Domestic cloud seeding got a boost in the 1940s. Lots of private
companies promised to deliver rain to farmers experiencing drought, or
increased snow pack for dry Western states in the mountains. There were
any number of private companies out there with little planes and little
silver iodide flares, trying to make it rain.
But the US military wanted to suppress as much domestic cloud seeding
as possible because they wanted to have the techniques for themselves.
Plus, they wanted to have a pure background of unmodified weather to do
their military experiments on, so they were very militant in trying to
slow down the domestic cloud seeding.
There must have been a lot of animosity between the farmers, the cloud seeders, and the military.

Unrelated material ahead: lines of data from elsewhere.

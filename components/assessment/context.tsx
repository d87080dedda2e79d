"use client";

import { createContext, useContext } from "react";
import type { HouseAnalysis } from "@/calc/analyze";
import type { AssessmentDoc } from "@/lib/assessment/doc";
import type { Issue } from "@/lib/hooks/use-assessment";

export type AssessmentCtx = {
  doc: AssessmentDoc;
  update: (change: (d: AssessmentDoc) => AssessmentDoc) => void;
  readOnly: boolean;
  pricesVisible: boolean;
  units: "ip" | "si";
  /** Reasons keyed by the document path of the field they belong to. */
  issues: Map<string, string[]>;
  warnings: Map<string, string[]>;
  /** The live analysis the results panel shows (null while the input has errors), for per-surface figures. */
  analysis?: HouseAnalysis | null;
};

const Ctx = createContext<AssessmentCtx | null>(null);
export const AssessmentProvider = Ctx.Provider;

export function useAssessmentCtx() {
  const c = useContext(Ctx);
  if (!c) throw new Error("useAssessmentCtx outside AssessmentProvider");
  return c;
}

export function groupIssues(list: Issue[]): Map<string, string[]> {
  const m = new Map<string, string[]>();
  for (const i of list) m.set(i.path, [...(m.get(i.path) ?? []), i.message]);
  return m;
}

/** Immutable update of a nested value by path ("surfaces.2.grossAreaFt2"). */
export function setAt<T>(obj: T, path: (string | number)[], value: unknown): T {
  if (path.length === 0) return value as T;
  const [head, ...rest] = path;
  const src = obj as Record<string | number, unknown>;
  const copy = (Array.isArray(obj) ? [...(obj as unknown[])] : { ...src }) as Record<string | number, unknown>;
  copy[head!] = setAt(src[head!], rest, value);
  return copy as T;
}
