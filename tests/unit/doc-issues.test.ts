// docIssues checks the document part by part, remembering the reasons of parts it has seen; it
// must say exactly what one whole-document parse with the API's schema says, in the same order.
import { describe, expect, it } from "vitest";
import { removeSurfaceAt } from "@/components/assessment/surface-edits";
import { setAt } from "@/components/assessment/context";
import { assessmentDocSchema, type AssessmentDoc } from "@/lib/assessment/doc";
import { largeHouseDoc } from "@/lib/assessment/large-house";
import { docIssues } from "@/lib/hooks/use-assessment";

const base = largeHouseDoc({
  house: { yearBuilt: 1930, stories: 2, floorAreaFt2: 1500, volumeFt3: 12000, ceilingHeightFt: 8, bedrooms: 3, foundation: "basement", shielding: "normal", indoorTempF: 70, indoorRH: 0.4, climate: null, hazards: { knobAndTube: "unknown", vermiculite: "unknown", combustionAppliances: [] } },
  heating: { fuel: "natural-gas", efficiency: { kind: "afue", value: 0.8 }, pricePerUnitUSD: 1.5 },
  leakage: { tests: [] },
  surfaces: [],
  assemblies: [],
  upgrades: [],
});

function whole(doc: AssessmentDoc) {
  const r = assessmentDocSchema.safeParse(doc);
  return r.success ? [] : r.error.issues.map((i) => ({ path: i.path.join("."), message: i.message }));
}

describe("docIssues", () => {
  it("finds nothing in the 60-surface house, as the whole-document parse", () => {
    expect(whole(base)).toEqual([]);
    expect(docIssues(base)).toEqual([]);
  });

  it("names the same fields with the same messages, in the same order, as the whole parse", () => {
    let d = setAt(base, ["surfaces", 30, "grossAreaFt2"], -40);
    d = setAt(d, ["house", "yearBuilt"], Number.NaN);
    d = setAt(d, ["upgrades", 0, "pricing"], { totalOverride: { cents: 5000, reason: " " } });
    d = setAt(d, ["surfaces", 2, "openings", 0, "areaFt2"], "12");
    const expected = whole(d);
    expect(expected.map((i) => i.path)).toEqual(expect.arrayContaining(["house.yearBuilt", "surfaces.30.grossAreaFt2", "upgrades.0.pricing.totalOverride.reason"]));
    expect(docIssues(d)).toEqual(expected);
    // Asked again (every part remembered), the answer is the same.
    expect(docIssues(d)).toEqual(expected);
  });

  it("follows a remembered surface to its new index when one before it is deleted", () => {
    const bad = setAt(base, ["surfaces", 30, "grossAreaFt2"], 0);
    expect(docIssues(bad).map((i) => i.path)).toEqual(["surfaces.30.grossAreaFt2"]);
    const moved = removeSurfaceAt(bad, 3).doc;
    expect(docIssues(moved)).toEqual(whole(moved));
    expect(docIssues(moved).map((i) => i.path)).toEqual(["surfaces.29.grossAreaFt2"]);
    // Fixed, it is clean again.
    expect(docIssues(setAt(moved, ["surfaces", 29, "grossAreaFt2"], 120))).toEqual([]);
  });

  it("checks the list limits of the whole document", () => {
    const many = { ...base, upgrades: Array.from({ length: 31 }, (_, i) => ({ ...base.upgrades[2]!, id: `u${i}` })) };
    expect(docIssues(many)).toEqual(whole(many));
    expect(docIssues(many).length).toBeGreaterThan(0);
  });
});
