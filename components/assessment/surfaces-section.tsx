"use client";

import type { RowSelectionState } from "@tanstack/react-table";
import { useCallback, useEffect, useMemo, useState } from "react";
import { useAssessmentCtx } from "./context";
import { ChoiceField } from "./fields";
import {
  bulkSetAssembly,
  duplicateSurfaceAt,
  figuresById,
  newSurface,
  proposalOptions,
  removeSurfaceAt,
  restoreSurface,
  setProposed,
  stacksOf,
  surfaceTotals,
  upgradeLabel,
  upgradesCoveringNothing,
  type Deleted,
  type SurfaceKind,
} from "./surface-edits";
import { AreaField, ExistingStackField, KindField, kinds, LabelField, OpeningsEditor, OrientationField, ProposedField, SurfaceFiguresText } from "./surface-fields";
import { SurfacesTable, type RowActions } from "./surfaces-table";
import * as f from "./results/format";
import { useMediaQuery } from "./use-media-query";

export { newSurface } from "./surface-edits";

/**
 * Walls, ceilings and floors: an editable table from 640 px up, a list of cards on a phone.
 * Both draw the same field components, so every reason lands beside its field either way.
 */
export function SurfacesSection() {
  const { doc, update, readOnly, analysis, units } = useAssessmentCtx();
  const wide = useMediaQuery("(min-width: 640px)");
  const [selection, setSelection] = useState<RowSelectionState>({});
  const [deleted, setDeleted] = useState<Deleted | null>(null);
  const [focusPath, setFocusPath] = useState<string | null>(null);

  // Move focus where the keyboard user expects it once the document has re-rendered.
  useEffect(() => {
    if (!focusPath) return;
    const el = document.querySelector<HTMLElement>(focusPath === "undo" ? "[data-undo-surface]" : `[data-path="${focusPath}"]`);
    el?.focus();
    // eslint-disable-next-line react-hooks/set-state-in-effect -- a one-shot request, cleared once served
    setFocusPath(null);
  }, [focusPath, doc.surfaces.length]);

  const figures = useMemo(() => (analysis ? figuresById(analysis.baseline.envelope, analysis.final.envelope) : null), [analysis]);
  const totals = surfaceTotals(doc, figures);
  const ids = new Set(doc.surfaces.map((s) => s.id));
  const selectedIds = Object.keys(selection).filter((id) => selection[id] && ids.has(id));

  const actions = useMemo<RowActions>(
    () => ({
      duplicate: (i) => {
        update((d) => duplicateSurfaceAt(d, i).doc);
        setFocusPath(`surfaces.${i + 1}.name`);
      },
      remove: (i) => {
        update((d) => {
          const r = removeSurfaceAt(d, i);
          setDeleted(r.deleted);
          return r.doc;
        });
        setFocusPath("undo");
      },
    }),
    [update],
  );
  const undo = useCallback(() => {
    if (!deleted) return;
    update((d) => restoreSurface(d, deleted));
    setFocusPath(`surfaces.${deleted.index}.name`);
    setDeleted(null);
  }, [deleted, update]);
  const add = (kind: SurfaceKind) => {
    update((d) => ({ ...d, surfaces: [...d.surfaces, newSurface(kind)] }));
    setFocusPath(`surfaces.${doc.surfaces.length}.name`);
  };
  const empty = upgradesCoveringNothing(doc);

  return (
    <section aria-labelledby="surfaces-h" className="card space-y-4">
      <div className="flex flex-wrap items-center justify-between gap-3">
        <h2 id="surfaces-h" className="text-xl font-semibold text-spruce-800">Surfaces</h2>
        {!readOnly ? (
          <div className="flex flex-wrap gap-2">
            {kinds.map((k) => (
              <button key={k.value} type="button" className="btn-ghost" onClick={() => add(k.value)}>Add {k.label.toLowerCase()}</button>
            ))}
          </div>
        ) : null}
      </div>
      {!readOnly && selectedIds.length > 0 ? <BulkBar ids={selectedIds} onDone={() => setSelection({})} /> : null}
      {empty.length ? (
        <p role="status" className="rounded-md bg-warn-bg px-3 py-2 text-sm text-warn" data-testid="upgrades-covering-nothing">
          {empty.map((u) => `“${upgradeLabel(u)}”`).join(", ")} now cover{empty.length === 1 ? "s" : ""} no surface: choose it as a surface’s proposed layer stack, or remove it under Upgrades.
        </p>
      ) : null}

      {wide ? (
        <SurfacesTable selection={selection} onSelection={setSelection} figures={figures} totals={totals} actions={actions} />
      ) : (
        <>
          <ol className="space-y-3" data-testid="surface-list">
            {doc.surfaces.map((s, i) => (
              <li key={s.id} className={`rounded-lg border p-3 ${selection[s.id] ? "border-spruce-600 bg-spruce-50" : "border-line"}`} data-testid={`surface-${i}`} data-surface-id={s.id}>
                <div className="grid gap-3">
                  {!readOnly ? (
                    <label className="flex min-h-11 items-center gap-2 text-sm">
                      <input type="checkbox" className="h-5 w-5" checked={Boolean(selection[s.id])} onChange={(e) => setSelection((sel) => ({ ...sel, [s.id]: e.target.checked }))} />
                      Select “{s.name}” for bulk edit
                    </label>
                  ) : null}
                  <LabelField i={i} />
                  <div className="grid grid-cols-2 gap-3">
                    <KindField i={i} />
                    <OrientationField i={i} />
                  </div>
                  <AreaField i={i} />
                  <ExistingStackField i={i} />
                  <ProposedField i={i} />
                  <SurfaceFiguresText figures={figures?.get(s.id)} />
                </div>
                <div className="mt-3 border-t border-line pt-3">
                  <OpeningsEditor index={i} />
                </div>
                {!readOnly ? (
                  <div className="mt-3 flex flex-wrap gap-2">
                    <button type="button" className="btn-ghost" onClick={() => actions.duplicate(i)}>Duplicate “{s.name}”</button>
                    <button type="button" className="btn-ghost text-danger" onClick={() => actions.remove(i)}>Delete “{s.name}”</button>
                  </div>
                ) : null}
              </li>
            ))}
          </ol>
          <p className="rounded-md bg-paper-deep px-3 py-2 font-semibold" data-testid="surface-totals">
            {totals.count} surfaces · gross {f.num(totals.gross)} ft² · windows and doors {f.num(totals.openings)} ft² · net {f.num(totals.net)} ft²
            {totals.ua ? <span className="block font-normal" data-testid="surface-totals-ua">UA {f.ua(totals.ua.before, units)} before, {f.ua(totals.ua.after, units)} after the upgrades</span> : null}
          </p>
        </>
      )}

      {deleted ? (
        <div role="status" className="fixed inset-x-3 bottom-4 z-40 mx-auto flex max-w-lg flex-wrap items-center gap-3 rounded-lg bg-charcoal px-4 py-3 text-white shadow-lg" data-testid="surface-undo">
          <span className="min-w-0 flex-1">Deleted “{deleted.surface.name}”.</span>
          <button type="button" data-undo-surface className="btn min-h-11 bg-white px-4 text-charcoal hover:bg-paper-deep" onClick={undo}>Undo</button>
          <button type="button" className="btn min-h-11 px-3 text-white underline" onClick={() => setDeleted(null)}>Dismiss</button>
        </div>
      ) : null}
    </section>
  );
}

/** Set the existing layer stack, or the proposed one, on every selected surface of the matching kind. */
function BulkBar({ ids, onDone }: { ids: string[]; onDone: () => void }) {
  const { doc, update } = useAssessmentCtx();
  const [stackKey, setStackKey] = useState("");
  const [proposal, setProposal] = useState("");
  const [said, setSaid] = useState<string | null>(null);
  const stacks = stacksOf(doc);
  const chosen = doc.surfaces.filter((s) => ids.includes(s.id));
  const kindsChosen = [...new Set(chosen.map((s) => s.kind))];
  const proposals = kindsChosen.flatMap((k) => proposalOptions(doc, k));
  const plural = (n: number, word: string) => `${n} ${word}${n === 1 ? "" : "s"}`;
  return (
    <div className="space-y-2 rounded-md bg-spruce-50 p-3" data-testid="surface-bulk">
      <p className="text-sm font-semibold">{plural(ids.length, "surface")} selected</p>
      <div className="flex flex-wrap items-end gap-2">
        <div className="min-w-56 flex-1">
          <label htmlFor="bulk-stack" className="field-label">Existing layer stack for the selected</label>
          <select id="bulk-stack" className="field-input" value={stackKey} onChange={(e) => setStackKey(e.target.value)}>
            <option value="">Choose…</option>
            {kinds.filter((k) => kindsChosen.includes(k.value)).map((k) => (
              <optgroup key={k.value} label={`${k.label}s`}>
                {stacks.filter((a) => a.kind === k.value).map((a) => <option key={a.key} value={a.key}>{a.name}</option>)}
              </optgroup>
            ))}
          </select>
        </div>
        <button
          type="button"
          className="btn-primary"
          disabled={!stackKey}
          onClick={() => {
            // From the newest document (the one drawn here can trail a keystroke behind).
            let r = bulkSetAssembly(doc, ids, stackKey);
            update((d) => (r = bulkSetAssembly(d, ids, stackKey)).doc);
            setSaid(`Existing layer stack set on ${plural(r.applied, "surface")}${r.skipped ? `; ${plural(r.skipped, "surface")} of another kind left as they were` : ""}.`);
            setStackKey("");
          }}
        >
          Set existing
        </button>
      </div>
      <div className="flex flex-wrap items-end gap-2">
        <ChoiceField
          path="bulk.proposed"
          label="Proposed for the selected"
          className="min-w-56 flex-1"
          value={proposal}
          options={[{ value: "none", label: "No change" }, ...proposals]}
          onValue={(v) => setProposal(v)}
        />
        <button
          type="button"
          className="btn-primary mb-1"
          disabled={!proposal}
          onClick={() => {
            update((d) => setProposed(d, ids, proposal === "none" ? null : proposal));
            setSaid(proposal === "none" ? `No upgrade proposed for ${plural(ids.length, "surface")}.` : `Proposed on the selected surfaces it applies to.`);
            setProposal("");
          }}
        >
          Set proposed
        </button>
      </div>
      <div className="flex flex-wrap items-center gap-3">
        <button type="button" className="btn-ghost" onClick={onDone}>Clear selection</button>
        <p aria-live="polite" className="text-sm">{said}</p>
      </div>
    </div>
  );
}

In my early days, I was on a project at the National Center for
Atmospheric Research in Leadville, Colorado. We were looking at how
storms work by flying around in a glider. We weren't cloud seeding at
all. One night we were called to the hangar because the glider had been
sabotaged by some disgruntled farmers who thought we were stealing
their rain. But the idea was that a glider doesn't have an engine, so
it wouldn't disturb the cloud. We would let the glider get sucked up
into a big thunderstorm that was building, and we would look at what
was inside.
You were inside the storm?
We were inside the storm, in a glider.
Was that frightening?
Yes. That's why I became a historian.
James Rodger Fleming is director and associate professor of science, technology, and society at Colby College in Waterville, Maine. He is the writer and editor of several works, including Meteorology in America, 1800–1870: Historical Perspectives on Climate Change.
Robin Veder is a historian and curator in Washington, DC. Her current projects include the histories of garden labor, genetic research, and bridges.